England were simply exhausted, and it wasn’t for lack of basic fitness. “It felt a little bit like a war zone at times,” Mott said. The problem stemmed from Buttler’s choice to bowl first when he won the toss, a decision he explained by saying: “[This is] usually a good hunting ground, so that’s the reason behind it.”

But as with many of England’s decisions at this World Cup, the explanation rested more on the past than the present and future. England took to the field at 2 p.m., when the Mumbai heat and humidity were at their most oppressive. It was a simple recipe for disaster: 11 English, left in the pan for four hours until fried to a crisp.

Evidence supporting Buttler’s claim was scant. Chase teams had a winning record of 75% in men’s ODIs at Wankhede over the last decade, but the sample size was four matches. There is a strong tendency to chase in the IPL, but the physical demands of 90 minutes on the field in the evening hardly compare to a full afternoon under the blazing sun.

And if England were once a chasing team, they are no longer that team. It was their seventh defeat in their last eight completed ODI chases; the only target they managed to achieve was 210 on a turning pitch at Mirpur. England used to scoff at scoreboard pressure; now it inhibits them.

The conditions were brutal, especially for an XI which had only three players under 32. There was a revolving door of players coming in and out of the field due to cramps, cramps or illness, to change sweat-soaked jerseys or to change jerseys. just for a moment of respite. English medical staff have become the busiest men in Mumbai.

Reece Topley was hit on his index finger during his fourth over, a suspected fracture that looks likely to rule him out of the tournament. Adil Rashid suffered from a stomach ache, which left him doubled over on the border. If it could have gone badly for England, it did.

David Willey, one of the fittest men in their squad, last month described himself as England’s “donkey” because of his workaholic qualities; early in his ninth over he was so cramped that he had to abandon his momentum, before sending down a waist-high no-ball which Klaasen clipped for six.

And just 90 minutes after leaving the field, Willey was back in the middle.

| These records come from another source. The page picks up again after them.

"""The standalone report opened in chromium: figures draw, markup from the file stays text."""

from __future__ import annotations

from pathlib import Path

from playwright.sync_api import Page

from server.pages.report import render_report
from tests.browser.conftest import screenshot_widths
from tests.browser.landings import HOSTILE_COLUMN, HOSTILE_LABEL, write_landings
from worker.profiling import profile_file


def test_report_draws_every_figure_offline(page: Page, tmp_path: Path, screenshot_dir: Path):
    profile = profile_file(write_landings(tmp_path / "landings.csv"))
    report = tmp_path / "report.html"
    report.write_text(render_report(profile), encoding="utf-8")
    # Offline: any request that is not the file itself would fail the test.
    requests: list[str] = []
    page.on("request", lambda r: requests.append(r.url))
    page.goto(report.as_uri())
    figures = page.locator("[data-figure]")
    expected = figures.count()
    assert expected >= 8  # 7 column figures, missing values, correlation, crosstab
    # Column cards draw as they come into view: scroll through the whole report.
    for _ in range(40):
        page.mouse.wheel(0, 900)
        page.wait_for_timeout(60)
    visible = page.locator("[data-figure]:visible")
    drawn = page.locator("[data-figure]:visible .main-svg")
    page.wait_for_function(
        "n => document.querySelectorAll('[data-figure][data-state=drawn]').length >= n",
        arg=visible.count(),
    )
    assert drawn.count() >= visible.count()
    assert requests == [report.as_uri()]
    # Values from the file are text: the hostile label is shown literally, never run.
    assert page.get_by_role("heading", name=HOSTILE_COLUMN).count() == 1
    assert page.locator("b", has_text="Pier").count() == 0
    assert page.locator("svg text", has_text=HOSTILE_LABEL).count() >= 1
    assert page.evaluate("typeof window.x") == "undefined"
    page.evaluate("window.scrollTo(0, 0)")
    shots = screenshot_widths(page, screenshot_dir, "report")
    assert all(p.stat().st_size > 10_000 for p in shots)


def test_correlation_method_chooser_switches_heatmaps(page: Page, tmp_path: Path) -> None:
    profile = profile_file(write_landings(tmp_path / "landings.csv"))
    report = tmp_path / "report.html"
    report.write_text(render_report(profile), encoding="utf-8")
    page.goto(report.as_uri())
    chooser = page.get_by_label("Measure")
    methods = chooser.locator("option").evaluate_all("options => options.map(o => o.value)")
    assert "pearson" in methods and len(methods) >= 2
    chooser.scroll_into_view_if_needed()
    for method in methods:
        chooser.select_option(method)
        shown = page.locator(f"[data-choice-group=corr][data-choice={method}]")
        shown.locator(".main-svg").first.wait_for()
        assert page.locator("[data-choice-group=corr]:visible").count() == 1
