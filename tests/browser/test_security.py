"""Security in the browser: sign-in, CSRF-carrying changes, and a hostile delivery whose
names and values hold markup and script: it is shown as text and nothing of it runs."""

from __future__ import annotations

import re
from collections.abc import Iterator
from pathlib import Path

import pytest
from playwright.sync_api import Browser, Page, expect

from tests.browser.conftest import DEMO_PASSWORD, sign_in, start_server

# Invented hostile delivery: every header and cell tries to run script in the page.
HOSTILE_CSV = (
    '"<script>window.__ran=1</script>",level_m,"<img src=x onerror=window.__ran=2>"\n'
    '"<svg onload=window.__ran=3>",2.1,"<b onmouseover=window.__ran=4>north</b>"\n'
    '"<svg onload=window.__ran=3>",2.4,"javascript:window.__ran=5"\n'
    '"<iframe src=javascript:window.__ran=6>",2.2,"<b onmouseover=window.__ran=4>north</b>"\n'
)


@pytest.fixture(scope="module")
def live_server(tmp_path_factory: pytest.TempPathFactory) -> Iterator[str]:
    """A server of this module's own: its hostile deliveries stay out of the shared demo."""
    with start_server(tmp_path_factory.mktemp("security-server")) as (base, _settings):
        yield base


def test_an_anonymous_visitor_is_sent_to_sign_in(page: Page, live_server: str) -> None:
    page.goto(f"{live_server}/intakes/1")
    expect(page).to_have_url(re.compile(r"/sign-in\?next=%2Fintakes%2F1$"))
    expect(page.get_by_text("may hold personal data")).to_be_visible()


def test_wrong_password_says_so_and_right_one_comes_back(page: Page, live_server: str) -> None:
    page.goto(f"{live_server}/sign-in?next=/upload")
    page.get_by_label("Name").fill("demo-viewer")
    page.get_by_label("Password").fill("not the password")
    page.get_by_role("button", name="Sign in").click()
    expect(page.get_by_role("alert")).to_have_text("The name or the password is not right.")
    page.get_by_label("Password").fill(DEMO_PASSWORD)
    page.get_by_role("button", name="Sign in").click()
    page.wait_for_url(f"{live_server}/upload")
    cookie = next(c for c in page.context.cookies() if c["name"] == "tidewaiter_session")
    assert cookie["httpOnly"] and cookie["sameSite"] == "Lax"
    assert page.evaluate("document.cookie").find("tidewaiter_session") == -1  # not readable


def test_a_hostile_delivery_runs_no_script(page: Page, live_server: str, tmp_path: Path) -> None:
    # An admin, so the delivery goes to a supplier of its own and leaves the demo's alone.
    sign_in(page, live_server, "demo-admin")
    hostile = tmp_path / "<img src=x onerror=window.__ran=7>.csv"
    hostile.write_text(HOSTILE_CSV, encoding="utf-8")
    page.goto(f"{live_server}/upload")
    page.locator("#up-supplier").select_option("new")
    page.locator("#up-new-supplier").fill('<b onclick="window.__ran=8">Hostile</b> test feed')
    page.locator("#up-file").set_input_files(str(hostile))
    page.get_by_role("button", name="Upload and profile").click()
    link = page.locator("#result-link")
    expect(link).to_be_visible(timeout=60_000)  # the upload carried the CSRF token
    link.click()
    page.wait_for_load_state("networkidle")
    # Hover everything that could carry a handler, then look for any trace of script.
    for element in page.locator("main *").all()[:400]:
        if element.is_visible():
            element.hover(timeout=1000, force=True)
    assert page.evaluate("window.__ran") is None
    assert page.locator("main script:not([src]):not([type='application/json'])").count() == 0
    assert page.locator("main img[src='x'], main svg[onload], main iframe").count() == 0
    expect(page.get_by_text("<script>window.__ran=1</script>").first).to_be_visible()


def test_a_viewer_cannot_upload_and_is_told_why(browser: Browser, live_server: str, tmp_path):
    # Its own page: the refused upload is a 403 in the console, which is the point here.
    page = browser.new_context().new_page()
    sign_in(page, live_server, "demo-viewer")
    delivery = tmp_path / "levels.csv"
    delivery.write_text("station,level_m\nnorth,2.1\n", encoding="utf-8")
    page.goto(f"{live_server}/upload")
    page.locator("#up-supplier").select_option(index=1)
    page.locator("#up-file").set_input_files(str(delivery))
    page.get_by_role("button", name="Upload and profile").click()
    expect(page.locator("#upload-message")).to_contain_text("viewer", timeout=10_000)
    page.context.close()


def test_tokens_are_shown_once_and_sign_out_ends_the_session(page: Page, live_server: str):
    sign_in(page, live_server, "demo-viewer")
    page.goto(f"{live_server}/account")
    page.get_by_label("Label").fill("nightly script")
    page.get_by_role("button", name="Create a token").click()
    token = page.locator("#new-token").inner_text()
    assert token.startswith("tw_")
    page.goto(f"{live_server}/account")
    assert token not in page.content()  # never shown again
    expect(page.get_by_role("cell", name="nightly script")).to_be_visible()
    page.get_by_role("button", name="Sign out").click()
    page.wait_for_url(f"{live_server}/sign-in")
    page.goto(f"{live_server}/")
    expect(page).to_have_url(re.compile(r"/sign-in"))


def test_the_api_description_draws_from_this_host_only(page: Page, live_server: str) -> None:
    sign_in(page, live_server, "demo-reviewer")
    foreign: list[str] = []
    page.on("request", lambda r: None if r.url.startswith(live_server) else foreign.append(r.url))
    page.goto(f"{live_server}/docs")
    expect(page.locator(".swagger-ui .title").first).to_contain_text("Tidewaiter", timeout=15_000)
    expect(page.get_by_text("/api/v1/intakes/{intake_id}/rows").first).to_be_visible()
    assert foreign == []  # no CDN: the Swagger UI files are served locally
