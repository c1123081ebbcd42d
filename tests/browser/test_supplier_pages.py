"""Supplier pages and the comparison page draw their figures and tables."""

from __future__ import annotations

from pathlib import Path

from playwright.sync_api import Page, expect

from tests.browser.conftest import screenshot_widths, sign_in

FISH = "Brannock Bay fishing cooperative"


def test_supplier_page_shows_timeline_column_history_and_deliveries(
    page: Page, live_server: str, screenshot_dir: Path
) -> None:
    sign_in(page, live_server)
    page.goto(f"{live_server}/suppliers")
    page.get_by_role("link", name=FISH).click()
    expect(page.get_by_role("heading", name=FISH)).to_be_visible()
    expect(page.locator("[data-figure=fig-timeline] .main-svg").first).to_be_attached()
    page.get_by_label("Column", exact=True).select_option("weight_kg")
    page.get_by_role("button", name="Show").click()
    figure = page.locator("[data-figure=fig-column-history]")
    figure.scroll_into_view_if_needed()
    expect(figure.locator(".main-svg").first).to_be_attached()
    expect(figure.locator(".legendtext", has_text="mean")).to_have_count(1)
    rows = page.locator("section", has_text="Deliveries").locator("tbody tr")
    expect(rows).to_have_count(2)  # the demo has two deliveries of this supplier
    screenshot_widths(page, screenshot_dir, "supplier")


def test_comparison_page_sets_two_intakes_side_by_side(
    page: Page, live_server: str, screenshot_dir: Path
) -> None:
    sign_in(page, live_server)
    page.goto(f"{live_server}/compare")
    expect(page.locator("#supplier-table tbody tr")).to_have_count(3)  # the demo's suppliers
    first = page.get_by_label("First (compared against)")
    second = page.get_by_label("Second")
    first.select_option(
        label=first.locator("option", has_text="brannock-landings-2031-w10").inner_text()
    )
    second.select_option(
        label=second.locator("option", has_text="brannock-landings-2031-w11").inner_text()
    )
    page.get_by_role("button", name="Compare").click()
    sides = page.locator("#sides .side")
    expect(sides).to_have_count(2)
    expect(sides.nth(0)).to_contain_text("w10")
    expect(sides.nth(1)).to_contain_text("w11")
    # w11 renamed vessel to vessel_code and brought squid: the drift says so.
    expect(page.locator("#pair")).to_contain_text("vessel_code")
    expect(page.locator("#pair")).to_contain_text("squid")
    drift = page.locator("[data-figure=fig-compare-drift]")
    drift.scroll_into_view_if_needed()
    expect(drift.locator(".main-svg").first).to_be_attached()
    screenshot_widths(page, screenshot_dir, "compare")
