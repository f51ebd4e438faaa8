/**
 * High-precision reference arithmetic for tests (decimal.js): a Decimal constructor at the given
 * precision, the exact value of a binary double (not its shortest decimal string), and the
 * relative error of a double against a reference.
 */
import { Decimal } from 'decimal.js';

export function reference(precision: number) {
  const D = Decimal.clone({ precision });
  type Dec = InstanceType<typeof D>;
  /** The exact binary value of a double: integer mantissa over a power of two. */
  const exact = (x: number): Dec => {
    if (!Number.isFinite(x)) throw new Error(`exact(): not finite: ${x}`);
    if (x === 0) return new D(0);
    let mant = x;
    let pow2 = 0;
    while (!Number.isInteger(mant)) {
      mant *= 2; // exact in binary floating point
      pow2 += 1;
    }
    return new D(BigInt(mant).toString()).div(new D(2).pow(pow2));
  };
  /** |x - ref| / |ref| with x taken at its exact binary value. */
  const relErr = (x: number, ref: Dec): number => {
    if (ref.isZero()) return x === 0 ? 0 : Infinity;
    return exact(x).minus(ref).div(ref).abs().toNumber();
  };
  return { D, exact, relErr };
}
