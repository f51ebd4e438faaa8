/**
 * High-precision reference for the exact Schwarzschild deflection, written independently of
 * physics/: Darwin's elliptic-integral form (Darwin 1959, Proc. R. Soc. A 249, 180; from memory),
 * M = 1: Delta phi = 4 sqrt(r0/Q) [K(k) - F(psi, k)] - pi with Q^2 = (r0 - 2)(r0 + 6),
 * k^2 = (Q - r0 + 6)/(2Q), sin^2 psi = (Q - r0 + 2)/(Q - r0 + 6); K and F through Carlson's R_F.
 * Built on the caller's decimal.js constructor (test/support/reference.ts), at its precision.
 */
import type { Decimal } from 'decimal.js';

type DecimalCtor = typeof Decimal;

export function darwinReference<C extends DecimalCtor>(D: C) {
  type Dec = InstanceType<C>;
  const one = () => new D(1) as Dec;
  const PI = D.acos(-1) as Dec;

  /** Carlson's symmetric integral R_F(x, y, z) by duplication (Carlson 1995, Numer. Algorithms 10, 13). */
  function carlsonRF(x: Dec, y: Dec, z: Dec): Dec {
    for (let i = 0; i < 300; i++) {
      const sx = x.sqrt();
      const sy = y.sqrt();
      const sz = z.sqrt();
      const lam = sx.times(sy).plus(sx.times(sz)).plus(sy.times(sz));
      x = x.plus(lam).div(4) as Dec;
      y = y.plus(lam).div(4) as Dec;
      z = z.plus(lam).div(4) as Dec;
      const mu = x.plus(y).plus(z).div(3);
      const dx = one().minus(x.div(mu));
      const dy = one().minus(y.div(mu));
      const dz = one().minus(z.div(mu));
      if (D.max(dx.abs(), dy.abs(), dz.abs()).lt(1e-9)) {
        const e2 = dx.times(dy).minus(dz.times(dz));
        const e3 = dx.times(dy).times(dz);
        // 1 - E2/10 + E3/14 + E2^2/24 - 3 E2 E3/44 (error O(eps^6) ~ 1e-54)
        return one().minus(e2.div(10)).plus(e3.div(14)).plus(e2.pow(2).div(24)).minus(e2.times(e3).times(3).div(44)).div(mu.sqrt()) as Dec;
      }
    }
    throw new Error('R_F did not converge');
  }

  /** Largest root of r^3 - b^2 r + 2 b^2 = 0 (rg): the Schwarzschild turning point, by Newton from r = b. */
  function turningRef(b: Dec): Dec {
    let r = b;
    for (let i = 0; i < 300; i++) {
      const f = r.pow(3).minus(b.pow(2).times(r)).plus(b.pow(2).times(2));
      const fp = r.pow(2).times(3).minus(b.pow(2));
      const next = r.minus(f.div(fp)) as Dec;
      if (next.minus(r).abs().lte(r.times('1e-39'))) return next;
      r = next;
    }
    return r;
  }

  /** Exact Schwarzschild deflection (rad) for impact parameter b in rg (Darwin 1959). */
  function darwinDeflection(b: Dec): Dec {
    const r0 = turningRef(b);
    const Q = r0.minus(2).times(r0.plus(6)).sqrt();
    const k2 = Q.minus(r0).plus(6).div(Q.times(2));
    const s2 = Q.minus(r0).plus(2).div(Q.minus(r0).plus(6));
    const K = carlsonRF(new D(0) as Dec, one().minus(k2) as Dec, one());
    const F = s2.sqrt().times(carlsonRF(one().minus(s2) as Dec, one().minus(k2.times(s2)) as Dec, one()));
    return r0.div(Q).sqrt().times(4).times(K.minus(F)).minus(PI) as Dec;
  }

  return { carlsonRF, turningRef, darwinDeflection };
}
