function prepareForward(input: RedshiftCase, base: string) {
  const b = readBodyChecked(input.body, joinPointer(base, 'body'));
  const emP = joinPointer(base, 'emitter');
  const em = readEmitter(input.emitter, emP);
  const hasR = input.emitter.r !== undefined;
  const hasH = input.emitter.height !== undefined;
  if (hasR === hasH) {
    fail(
      joinPointer(emP, hasR ? 'height' : 'r'),
      hasR ? 'give exactly one of r and height, not both' : 'needs the emitter position: r, or height (above the outer horizon)',
    );
  }
  if (hasH && b.preset) fail(joinPointer(emP, 'height'), 'a preset body has no horizon: give r (the areal radius; the reply has the height above the surface)');
  const given = hasR ? 'r' : 'height';
  const posPointerAbs = joinPointer(emP, given);
  const posIn = length((hasR ? input.emitter.r : input.emitter.height)!, posPointerAbs);
  const rest = input.rest !== undefined ? spectral(input.rest, joinPointer(base, 'rest')) : undefined;
  const setup: ForwardSetup = {
    em,
    given,
    posPointer: `/emitter/${given}`,
    relative: posIn.relative,
    surface: b.surfaceRadius,
    rest: rest ? { unit: rest.unit, kind: rest.kind } : undefined,
  };
  const x0 = [b.gm.value, b.spin.value, posIn.value, em.theta.value];
  const dom = forwardDomains(setup, x0);
  const vars: Variable[] = [
    { name: b.gmPointer, value: b.gm.value, sigma: b.gm.sigma, lo: dom.gm[0], hi: dom.gm[1] },
    { name: b.spinPointer, value: b.spin.value, sigma: b.spin.sigma, lo: dom.spin[0], hi: dom.spin[1], loClosed: dom.spin[2], hiClosed: dom.spin[3] },
    { name: posPointerAbs, value: posIn.value, sigma: posIn.sigma, lo: dom.pos, hi: Infinity },
    { name: em.thetaPointer, value: em.theta.value, sigma: em.theta.sigma, lo: dom.theta[0], hi: dom.theta[1], loClosed: dom.theta[2], hiClosed: dom.theta[3] },
  ];
  if (rest) vars.push({ name: joinPointer(base, 'rest'), value: rest.value, sigma: rest.sigma, lo: 0, hi: Infinity });
  return { b, em, setup, vars, rest };
}
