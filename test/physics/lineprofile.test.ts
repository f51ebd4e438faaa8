/**
 * physics/lineprofile.ts (disk line profiles from image-plane transfer data) against the outside
 * world:
 * - face-on disks (a* = 0 and 0.998): the support of the line from the closed form
 *   g = 1/u^t (BPT72 eq. 2.16) and the whole binned profile, higher-order images included,
 *   from an independent quadrature (Mino-time integrals of the constants of motion, in
 *   test/support/geodesic-quadrature.ts; the face-on profile integral is written here);
 * - rings thinner than an image-grid cell: face-on (support exact, total flux against the same
 *   reference) and inclined far out (extremes of the edge rings, flat-space flux);
 * - the Newtonian limit far out (g = 1 +- v sin i, v = r^-1/2) and the double-horned profile;
 * - extremes of g of single rings against the same independent quadrature (a* = 0, 0.998, -0.9),
 *   and of whole disks against the rings;
 * - the Schwarzschild blue edges at i = 30 and 60 deg (Fabian et al. 1989 geometry), Laor's
 *   (1991) red wing and the Doppler-boosted blue peak (qualitative published statements);
 * - convergence of the benchmark profile (issue: standard vs fine <= 1 % in L1) and the accuracy
 *   estimate; binning bookkeeping and the emissivity / emission-law helpers.
 * Units G = c = M = 1 (lengths in rg).
 */
import { beforeAll, describe, expect, it } from 'vitest';
import {
  ACCURACY,
  binProfile,
  brokenPowerLaw,
  isotropic,
  l1Distance,
  laorLimbDarkening,
  mergeTransfers,
  powerLaw,
  rayWeights,
  ringImageRadius,
  ringRedshiftRange,
  tabulated,
  traceTransfer,
  type Cells,
  type EmissionLaw,
  type Transfer,
} from '../../physics/lineprofile.js';
import { KerrRayTracer } from '../../physics/raytrace.js';
import { isco } from '../../physics/kerr.js';
import { gaussLegendre } from '../../physics/quadrature.js';
import { brent } from '../../physics/roots.js';
import { horizonU, planeCrossing, radialPolynomial, TIGHT, turningPoint } from '../support/geodesic-quadrature.js';
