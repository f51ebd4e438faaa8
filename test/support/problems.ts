/**
 * Checks shared by the route tests: a list of bad requests, each answered with a 400 problem whose
 * first error points at the expected field (RFC 6901) with a message matching the expected text.
 */
import { expect } from 'vitest';

type Post = (payload: unknown) => Promise<{ status: number; body: any; headers?: Record<string, unknown> }>; // eslint-disable-line @typescript-eslint/no-explicit-any

/** [request, pointer of the first error, pattern of its message (optional)] */
export type FieldErrorCase = readonly [unknown, string, RegExp?];

export async function expectFieldErrors(post: Post, cases: readonly FieldErrorCase[], opts: { problemJson?: boolean } = {}): Promise<void> {
  for (const [req, pointer, message] of cases) {
    const { status, body, headers } = await post(req);
    expect(status, JSON.stringify(req)).toBe(400);
    if (opts.problemJson) expect(headers?.['content-type']).toMatch(/application\/problem\+json/);
    expect(body.errors[0].pointer, JSON.stringify(req)).toBe(pointer);
    if (message) expect(body.errors[0].message, JSON.stringify(req)).toMatch(message);
  }
}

Four days after Mott insisted England would not make “radical changes”, they made three: Sam Curran, Liam Livingstone and Chris Woakes were replaced by Willey, Gus Atkinson and Ben Stokes.

This forced them to rely on their front six to score the bulk of their points, instead they managed 55 between them. Chasing the 400, England “needed everything to go perfectly”, in Buttler’s words. Nothing did: the match was over after the first ball of the sixth over, when Marco Jansen had Dawid Malan strangled down the leg side to leave them 24 for 3.

England have not been officially eliminated from this World Cup, but the manner of their defeat was so painful that it is difficult to see how they could turn things around. They talked a good game in Mumbai this week but, as they prepare to face Sri Lanka in Bangalore on Thursday, the same message will have little effect.

Teams will likely need six wins from nine in the group stage to reach the semi-finals: England will need five in a row to reach that point, and don’t seem to know where even ‘only one. “We will keep this belief,” Buttler insisted, but few people outside their dressing room will join them – and those doubts must seep inside.